A partir de estos puntos podemos decir entonces que estos teóricos del amor gustan del enamoramiento pero rechazan al amor. Los hombres que teorizan necesitan inspiración y es el punto más álgido del enamoramiento su fuente de inspiración. En esta fuente hay emoción incontenible y pasión inconmensurable. Sin embargo, después de unos meses y creado el vínculo de necesidad, se reservan y regresan a su estado natural, al del amor receptivo.
Así que la cualidad principal de estos seres es la forma magistral para teorizar respecto a sus actitudes, las del pasado, las del presente y, claro, las que están por cometer. En respuesta sólo “esperan ser comprendidos”, “aceptados” y, si es necesario, ser “absueltos de culpa y pecado”.
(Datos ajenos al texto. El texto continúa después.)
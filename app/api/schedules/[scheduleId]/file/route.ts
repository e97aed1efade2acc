import { getSchedule, getScheduleFile, previewScheduleUpload, recordRefusedUpload } from '@/db/queries/schedules';
import { MAX_SCHEDULE_BYTES } from '@/lib/schedule';
import { apiHandler, ApiError } from '@/server/http/api';
import { downloadResponse } from '@/server/http/download';
import { readScheduleFileOffThread } from '@/server/files/uploadReader';
import { scheduleOperation } from '../../_shared/scheduleApi';

/** Upload (multipart field "file"): reads and checks every row; nothing is queued here. */
export const POST = apiHandler({ permission: 'schedule:write' }, async (req, { user, params }) => {
  const declared = Number(req.headers.get('content-length') ?? '0');
  // Refuse before reading a body far beyond any schedule (multipart adds a little overhead).
  if (declared > MAX_SCHEDULE_BYTES + 64 * 1024) {
    const message = `The upload is ${(declared / 1048576).toFixed(1)} MB; a schedule file may be at most ${MAX_SCHEDULE_BYTES / 1048576} MB. Split it into smaller schedules.`;
    // Like every refused upload, it clears the file before it (only ever in the caller's own team).
    await recordRefusedUpload(user!.teamId, user!.id, params.scheduleId, { fileName: 'the upload', message });
    throw new ApiError(413, 'file_too_large', message);
  }
  // Another team's schedule answers 404 before its body is even read.
  if (!(await getSchedule(user!.teamId, params.scheduleId))) throw new ApiError(404, 'not_found', 'No such schedule.');
  let form: FormData;
  try {
    form = await req.formData();
  } catch {
    throw new ApiError(400, 'invalid_input', 'Send the schedule as a multipart form with a "file" field.', 'file');
  }
  const file = form.get('file');
  if (!(file instanceof File)) throw new ApiError(400, 'invalid_input', 'Choose a CSV or XLSX file to upload.', 'file');
  const bytes = new Uint8Array(await file.arrayBuffer());
  return scheduleOperation(async () => {
    const preview = await previewScheduleUpload(
      user!.teamId,
      user!.id,
      params.scheduleId,
      { fileName: file.name || 'schedule', mediaType: file.type || 'application/octet-stream', bytes },
      readScheduleFileOffThread,
    );
    return Response.json({ preview });
  });
});

/** The original file, exactly as uploaded. */
export const GET = apiHandler({ permission: 'team:read' }, async (_req, { user, params }) => {
  const stored = await getScheduleFile(user!.teamId, params.scheduleId);
  if (!stored || !stored.content) throw new ApiError(404, 'not_found', 'No such schedule file.');
  return downloadResponse(new Uint8Array(stored.content), { fileName: stored.fileName ?? 'schedule', kind: 'original' });
});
Para Jane Baker Miller, las mujeres estamos en un yo en relación.[2] Es decir, las mujeres estamos solas en medio de un bombardeo de exigencias, remando a contracorriente para mantener la estabilidad de una relación sentimental, o lo que es lo mismo: una afiliación servil.[3] Lamentablemente en esa afiliación vemos reflejada la muerte de nuestros deseos y de nuestras propias emociones.
Aprender a ser mujeres en libertad y vernos como sujetas del amor y no como objetas del mismo, es fundamental para evitar pasar nuestros días con algún representante del amor ególatra.
Y si por azares de nuestra inconsciente voz patriarcal, ya hemos conocido algún fantástico teórico del amor, es preciso empoderarse y tatuarse la palabra libertad, con el fin de no repetir la tragedia. Pero si tienes la fortuna de no conocerlos, evita la resiliencia, porque no es recomendable apostar el corazón por una buena anécdota de café.
[1] Emilce Dio Bleichmar. “Mujeres y salud mental.” Asociación Española de Neuropsiquiatría. Madrid, 2000. p. 103.
[2] Jane Baker Miller. Hacia una nueva psicología de la mujer. Ed Paidós, España, 1992. p. 30
[3] Ibídem.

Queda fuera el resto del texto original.